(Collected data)
[Start of Attachment]

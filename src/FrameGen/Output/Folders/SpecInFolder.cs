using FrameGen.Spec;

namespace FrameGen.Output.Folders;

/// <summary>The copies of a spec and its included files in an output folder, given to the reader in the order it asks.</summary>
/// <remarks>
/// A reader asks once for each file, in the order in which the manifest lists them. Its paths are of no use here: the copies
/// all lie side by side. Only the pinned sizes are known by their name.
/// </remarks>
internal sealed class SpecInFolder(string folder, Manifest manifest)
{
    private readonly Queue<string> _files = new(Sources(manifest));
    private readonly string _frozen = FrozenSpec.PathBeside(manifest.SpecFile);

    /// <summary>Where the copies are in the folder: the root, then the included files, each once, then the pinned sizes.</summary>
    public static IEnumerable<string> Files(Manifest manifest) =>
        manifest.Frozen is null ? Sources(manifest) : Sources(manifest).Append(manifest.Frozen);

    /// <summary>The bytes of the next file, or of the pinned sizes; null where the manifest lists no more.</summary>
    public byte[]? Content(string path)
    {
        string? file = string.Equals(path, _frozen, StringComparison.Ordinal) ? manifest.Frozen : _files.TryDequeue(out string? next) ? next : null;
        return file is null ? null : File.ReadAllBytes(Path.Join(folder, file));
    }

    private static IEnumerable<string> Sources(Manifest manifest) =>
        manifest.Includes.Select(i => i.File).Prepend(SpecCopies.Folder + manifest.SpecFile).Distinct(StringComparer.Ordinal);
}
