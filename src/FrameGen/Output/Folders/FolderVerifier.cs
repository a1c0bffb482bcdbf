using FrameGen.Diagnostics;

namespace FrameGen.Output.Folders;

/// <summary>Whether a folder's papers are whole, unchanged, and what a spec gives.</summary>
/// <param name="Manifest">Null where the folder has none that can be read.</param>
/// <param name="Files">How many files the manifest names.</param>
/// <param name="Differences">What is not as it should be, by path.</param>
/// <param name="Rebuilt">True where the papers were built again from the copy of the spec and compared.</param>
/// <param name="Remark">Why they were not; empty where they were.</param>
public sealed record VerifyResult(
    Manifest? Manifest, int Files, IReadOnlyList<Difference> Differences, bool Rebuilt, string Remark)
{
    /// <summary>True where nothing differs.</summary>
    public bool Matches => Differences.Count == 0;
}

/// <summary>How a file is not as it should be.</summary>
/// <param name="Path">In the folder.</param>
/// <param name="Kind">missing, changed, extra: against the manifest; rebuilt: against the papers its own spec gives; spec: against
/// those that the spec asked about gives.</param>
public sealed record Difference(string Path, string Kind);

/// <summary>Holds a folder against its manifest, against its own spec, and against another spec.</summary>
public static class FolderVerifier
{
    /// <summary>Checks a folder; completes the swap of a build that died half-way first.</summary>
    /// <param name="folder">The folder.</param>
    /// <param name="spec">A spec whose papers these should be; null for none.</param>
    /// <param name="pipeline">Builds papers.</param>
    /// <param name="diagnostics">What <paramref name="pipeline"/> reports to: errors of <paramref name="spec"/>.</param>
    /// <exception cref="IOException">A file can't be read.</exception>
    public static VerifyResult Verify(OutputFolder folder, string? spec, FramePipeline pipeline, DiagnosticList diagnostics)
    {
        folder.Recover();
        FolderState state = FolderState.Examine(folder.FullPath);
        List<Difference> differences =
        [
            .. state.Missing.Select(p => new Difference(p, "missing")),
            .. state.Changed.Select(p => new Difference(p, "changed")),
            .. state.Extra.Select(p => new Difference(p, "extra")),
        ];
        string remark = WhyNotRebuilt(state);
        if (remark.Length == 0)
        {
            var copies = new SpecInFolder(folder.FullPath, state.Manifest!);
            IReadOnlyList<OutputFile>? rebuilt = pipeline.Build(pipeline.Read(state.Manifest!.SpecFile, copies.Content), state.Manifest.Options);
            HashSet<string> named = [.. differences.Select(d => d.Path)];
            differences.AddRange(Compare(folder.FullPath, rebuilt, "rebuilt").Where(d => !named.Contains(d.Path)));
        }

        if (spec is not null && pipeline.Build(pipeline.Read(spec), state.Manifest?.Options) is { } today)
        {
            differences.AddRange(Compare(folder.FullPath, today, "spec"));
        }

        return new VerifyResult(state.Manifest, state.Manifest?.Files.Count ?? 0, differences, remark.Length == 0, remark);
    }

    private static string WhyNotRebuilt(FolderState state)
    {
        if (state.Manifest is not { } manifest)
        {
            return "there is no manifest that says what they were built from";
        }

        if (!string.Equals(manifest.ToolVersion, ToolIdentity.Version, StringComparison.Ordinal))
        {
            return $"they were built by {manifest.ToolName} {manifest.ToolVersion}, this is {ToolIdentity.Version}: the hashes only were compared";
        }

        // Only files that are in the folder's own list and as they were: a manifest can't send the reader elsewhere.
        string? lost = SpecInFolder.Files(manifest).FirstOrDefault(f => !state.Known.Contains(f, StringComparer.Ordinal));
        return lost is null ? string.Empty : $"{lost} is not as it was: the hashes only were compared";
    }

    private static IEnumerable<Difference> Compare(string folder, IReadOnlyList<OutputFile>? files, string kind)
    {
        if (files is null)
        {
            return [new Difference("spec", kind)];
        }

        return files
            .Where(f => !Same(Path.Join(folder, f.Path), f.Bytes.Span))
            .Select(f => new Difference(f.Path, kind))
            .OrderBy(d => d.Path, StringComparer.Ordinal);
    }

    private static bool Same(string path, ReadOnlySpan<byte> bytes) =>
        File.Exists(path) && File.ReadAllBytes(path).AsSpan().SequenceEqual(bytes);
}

[End of Attachment]

Brief |
The lines above, starting at the one with "private static IEnumerable<string>" and ending at the one with "filename src/FrameGen/Output/Folders/FolderVerifier.cs", are the only ones to return, exactly as written.

Task answer |
    private static IEnumerable<string> Sources(Manifest manifest) =>
        manifest.Includes.Select(i => i.File).Prepend(SpecCopies.Folder + manifest.SpecFile).Distinct(StringComparer.Ordinal);
}
filename src/FrameGen/Output/Folders/FolderVerifier.cs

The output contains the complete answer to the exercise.